(Records from a data collection)
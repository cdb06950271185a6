/* scan_context.c: the Scan Context descriptor (G. Kim and A. Kim, "Scan
 * Context: Egocentric Spatial Descriptor for Place Recognition within 3D
 * Point Cloud Map", IROS 2018) as a revisit plugin.
 *
 * Descriptor layout: sectors x rings floats, sector-major, so one column
 * (one sector, every ring) is contiguous for the distance.  Cell (r, s), at
 * desc[s * rings + r], holds the largest height z + lift of the points
 * whose planar range falls in ring r (equal widths up to max_range) and
 * whose azimuth falls in sector s (equal widths, counter-clockwise from
 * -pi); an empty cell is 0.
 *
 *   desc: | s0: r0 r1 .. rR-1 | s1: r0 r1 .. | ... | sS-1: ... |
 *
 * Turning the scan by m sectors counter-clockwise moves column s to s + m.
 * The key (one float per ring, the mean of the ring's row) does not change
 * under a turn and serves the prefilter.  The distance is the minimum over
 * column shifts k of 1 - mean cosine similarity of column j of a and column
 * j + k of b, over the columns non-empty in both; aux receives the best k.
 * Defaults (20 rings, 60 sectors, 80 m) are the published ones, from memory;
 * the lift of 2 m is the sensor height the published code adds, from memory.
 */
#include <math.h>
#include <stdio.h>
#include <stdlib.h>

#include "harness/revisit_plugin.h"

struct sc {
    int rings, sectors;
    double max_range_m, lift_m;
};

static const struct rv_setting sc_settings[] = {
    {"rings", RV_SET_INT, 20, 1, 200, NULL, "number of range rings"},
    {"sectors", RV_SET_INT, 60, 4, 720, NULL, "number of azimuth sectors"},
    {"max_range", RV_SET_FLOAT, 80, 1, 1000, NULL, "largest planar range kept, metres"},
    {"lift", RV_SET_FLOAT, 2, -100, 100, NULL, "metres added to every height"},
};

static int sc_create(const double *v, void **inst, uint32_t *dim, uint32_t *key_dim, char *msg,
                     size_t len)
{
    struct sc *s = malloc(sizeof *s);
    if (!s) return snprintf(msg, len, "out of memory"), RV_ERR_NOMEM;
    s->rings = (int)v[0];
    s->sectors = (int)v[1];
    s->max_range_m = v[2];
    s->lift_m = v[3];
    *inst = s;
    *dim = (uint32_t)(s->rings * s->sectors);
    *key_dim = (uint32_t)s->rings;
    return RV_OK;
}

static int sc_describe(void *inst, const struct rv_scan *scan, float *desc, float *key, char *msg,
                       size_t len)
{
    (void)msg;
    (void)len;
    const struct sc *s = inst;
    size_t cells = (size_t)s->rings * (size_t)s->sectors;
    for (size_t c = 0; c < cells; c++) desc[c] = -INFINITY;
    for (size_t k = 0; k < scan->n; k++) {
        const float *p = scan->xyzi + 4 * k;
        double r = sqrt((double)p[0] * p[0] + (double)p[1] * p[1]);
        if (!(r < s->max_range_m)) continue;
        int ring = (int)(r / s->max_range_m * s->rings);
        int sec = (int)((atan2(p[1], p[0]) + M_PI) / (2 * M_PI) * s->sectors);
        if (ring >= s->rings) ring = s->rings - 1;
        if (sec >= s->sectors) sec = s->sectors - 1;
        float h = (float)(p[2] + s->lift_m);
        float *cell = &desc[(size_t)sec * s->rings + ring];
        if (h > *cell) *cell = h;
    }
    for (size_t c = 0; c < cells; c++)
        if (desc[c] == -INFINITY) desc[c] = 0;
    for (int r = 0; r < s->rings; r++) {
        double sum = 0;
        for (int c = 0; c < s->sectors; c++) sum += desc[(size_t)c * s->rings + r];
        key[r] = (float)(sum / s->sectors);
    }
    return RV_OK;
}

/* |column j|^2 for every column of an image. */
static void sc_norms(const float *img, int R, int S, double *out)
{
    for (int j = 0; j < S; j++) {
        double n = 0;
        for (int r = 0; r < R; r++) n += (double)img[(size_t)j * R + r] * img[(size_t)j * R + r];
        out[j] = n;
    }
}

static double sc_dot(const float *a, const float *b, int R)
{
    double s = 0;
    for (int r = 0; r < R; r++) s += (double)a[r] * b[r];
    return s;
}

/* Minimum over shifts k of 1 - mean cosine of column j of a and j + k of b.
 * The cosine is dot / sqrt(|a|^2 |b|^2): for equal columns that is exactly 1
 * (sqrt(x * x) == x in IEEE arithmetic), so a turned copy is at exactly 0. */
static double sc_distance(const void *inst, const float *a, const float *b, int32_t *aux)
{
    const struct sc *s = inst;
    int R = s->rings, S = s->sectors;
    double ia[720], ib[720];
    sc_norms(a, R, S, ia);
    sc_norms(b, R, S, ib);
    double best = 2;
    int32_t best_k = 0;
    for (int k = 0; k < S; k++) {
        double sum = 0;
        int used = 0;
        for (int j = 0; j < S; j++) {
            int jb = j + k < S ? j + k : j + k - S;
            if (ia[j] == 0 || ib[jb] == 0) continue;
            sum += sc_dot(a + (size_t)j * R, b + (size_t)jb * R, R) / sqrt(ia[j] * ib[jb]);
            used++;
        }
        double d = used ? 1 - sum / used : 1;
        if (d < best) {
            best = d;
            best_k = k;
        }
    }
    if (aux) *aux = best_k;
    return best < 0 ? 0 : best;
}

static void sc_destroy(void *inst) { free(inst); }

static const struct rv_method sc_method = {
    RV_ABI_VERSION, sizeof sc_method, "scan-context", "1.0",
    "ring x sector maximum-height image, ring-key prefilter, shift-searched column cosine "
    "(Kim and Kim, IROS 2018)",
    sc_settings, sizeof sc_settings / sizeof *sc_settings, RV_DIST_CUSTOM, RV_FLAG_THREAD_SAFE,
    sc_create, sc_describe, sc_destroy, sc_distance, NULL};

RV_EXPORT const struct rv_method *rv_method_entry(void) { return &sc_method; }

Exercise prompt. Write the entries out once more, exactly as they appear.

Task output.
repository cdb06950271185a6
/* scan_context.c: the Scan Context descriptor (G. Kim and A. Kim, "Scan
 * Context: Egocentric Spatial Descriptor for Place Recognition within 3D
 * Point Cloud Map", IROS 2018) as a revisit plugin.
 *
 * Descriptor layout: sectors x rings floats, sector-major, so one column
 * (one sector, every ring) is contiguous for the distance.  Cell (r, s), at
 * desc[s * rings + r], holds the largest height z + lift of the points
 * whose planar range falls in ring r (equal widths up to max_range) and
 * whose azimuth falls in sector s (equal widths, counter-clockwise from
 * -pi); an empty cell is 0.
 *
 *   desc: | s0: r0 r1 .. rR-1 | s1: r0 r1 .. | ... | sS-1: ... |
 *
 * Turning the scan by m sectors counter-clockwise moves column s to s + m.
 * The key (one float per ring, the mean of the ring's row) does not change
 * under a turn and serves the prefilter.  The distance is the minimum over
 * column shifts k of 1 - mean cosine similarity of column j of a and column
 * j + k of b, over the columns non-empty in both; aux receives the best k.
 * Defaults (20 rings, 60 sectors, 80 m) are the published ones, from memory;
 * the lift of 2 m is the sensor height the published code adds, from memory.
 */
#include <math.h>
#include <stdio.h>
#include <stdlib.h>

#include "harness/revisit_plugin.h"

struct sc {
    int rings, sectors;
    double max_range_m, lift_m;
};

static const struct rv_setting sc_settings[] = {
    {"rings", RV_SET_INT, 20, 1, 200, NULL, "number of range rings"},
    {"sectors", RV_SET_INT, 60, 4, 720, NULL, "number of azimuth sectors"},
    {"max_range", RV_SET_FLOAT, 80, 1, 1000, NULL, "largest planar range kept, metres"},
    {"lift", RV_SET_FLOAT, 2, -100, 100, NULL, "metres added to every height"},
};

static int sc_create(const double *v, void **inst, uint32_t *dim, uint32_t *key_dim, char *msg,
                     size_t len)
{
    struct sc *s = malloc(sizeof *s);
    if (!s) return snprintf(msg, len, "out of memory"), RV_ERR_NOMEM;
    s->rings = (int)v[0];
    s->sectors = (int)v[1];
    s->max_range_m = v[2];
    s->lift_m = v[3];
    *inst = s;
    *dim = (uint32_t)(s->rings * s->sectors);
    *key_dim = (uint32_t)s->rings;
    return RV_OK;
}

static int sc_describe(void *inst, const struct rv_scan *scan, float *desc, float *key, char *msg,
                       size_t len)
{
    (void)msg;
    (void)len;
    const struct sc *s = inst;
    size_t cells = (size_t)s->rings * (size_t)s->sectors;
    for (size_t c = 0; c < cells; c++) desc[c] = -INFINITY;
    for (size_t k = 0; k < scan->n; k++) {
        const float *p = scan->xyzi + 4 * k;
        double r = sqrt((double)p[0] * p[0] + (double)p[1] * p[1]);
        if (!(r < s->max_range_m)) continue;
        int ring = (int)(r / s->max_range_m * s->rings);
        int sec = (int)((atan2(p[1], p[0]) + M_PI) / (2 * M_PI) * s->sectors);
        if (ring >= s->rings) ring = s->rings - 1;
        if (sec >= s->sectors) sec = s->sectors - 1;
        float h = (float)(p[2] + s->lift_m);
        float *cell = &desc[(size_t)sec * s->rings + ring];
        if (h > *cell) *cell = h;
    }
    for (size_t c = 0; c < cells; c++)
        if (desc[c] == -INFINITY) desc[c] = 0;
    for (int r = 0; r < s->rings; r++) {
        double sum = 0;
        for (int c = 0; c < s->sectors; c++) sum += desc[(size_t)c * s->rings + r];
        key[r] = (float)(sum / s->sectors);
    }
    return RV_OK;
}

/* |column j|^2 for every column of an image. */
static void sc_norms(const float *img, int R, int S, double *out)
{
    for (int j = 0; j < S; j++) {
        double n = 0;
        for (int r = 0; r < R; r++) n += (double)img[(size_t)j * R + r] * img[(size_t)j * R + r];
        out[j] = n;
    }
}

static double sc_dot(const float *a, const float *b, int R)
{
    double s = 0;
    for (int r = 0; r < R; r++) s += (double)a[r] * b[r];
    return s;
}

/* Minimum over shifts k of 1 - mean cosine of column j of a and j + k of b.
 * The cosine is dot / sqrt(|a|^2 |b|^2): for equal columns that is exactly 1
 * (sqrt(x * x) == x in IEEE arithmetic), so a turned copy is at exactly 0. */
static double sc_distance(const void *inst, const float *a, const float *b, int32_t *aux)
{
    const struct sc *s = inst;
    int R = s->rings, S = s->sectors;
    double ia[720], ib[720];
    sc_norms(a, R, S, ia);
    sc_norms(b, R, S, ib);
    double best = 2;
    int32_t best_k = 0;
    for (int k = 0; k < S; k++) {
        double sum = 0;
        int used = 0;
        for (int j = 0; j < S; j++) {
            int jb = j + k < S ? j + k : j + k - S;
            if (ia[j] == 0 || ib[jb] == 0) continue;
            sum += sc_dot(a + (size_t)j * R, b + (size_t)jb * R, R) / sqrt(ia[j] * ib[jb]);
            used++;
        }
        double d = used ? 1 - sum / used : 1;
        if (d < best) {
            best = d;
            best_k = k;
        }
    }
    if (aux) *aux = best_k;
    return best < 0 ? 0 : best;
}

static void sc_destroy(void *inst) { free(inst); }

static const struct rv_method sc_method = {
    RV_ABI_VERSION, sizeof sc_method, "scan-context", "1.0",
    "ring x sector maximum-height image, ring-key prefilter, shift-searched column cosine "
    "(Kim and Kim, IROS 2018)",
    sc_settings, sizeof sc_settings / sizeof *sc_settings, RV_DIST_CUSTOM, RV_FLAG_THREAD_SAFE,
    sc_create, sc_describe, sc_destroy, sc_distance, NULL};

RV_EXPORT const struct rv_method *rv_method_entry(void) { return &sc_method; }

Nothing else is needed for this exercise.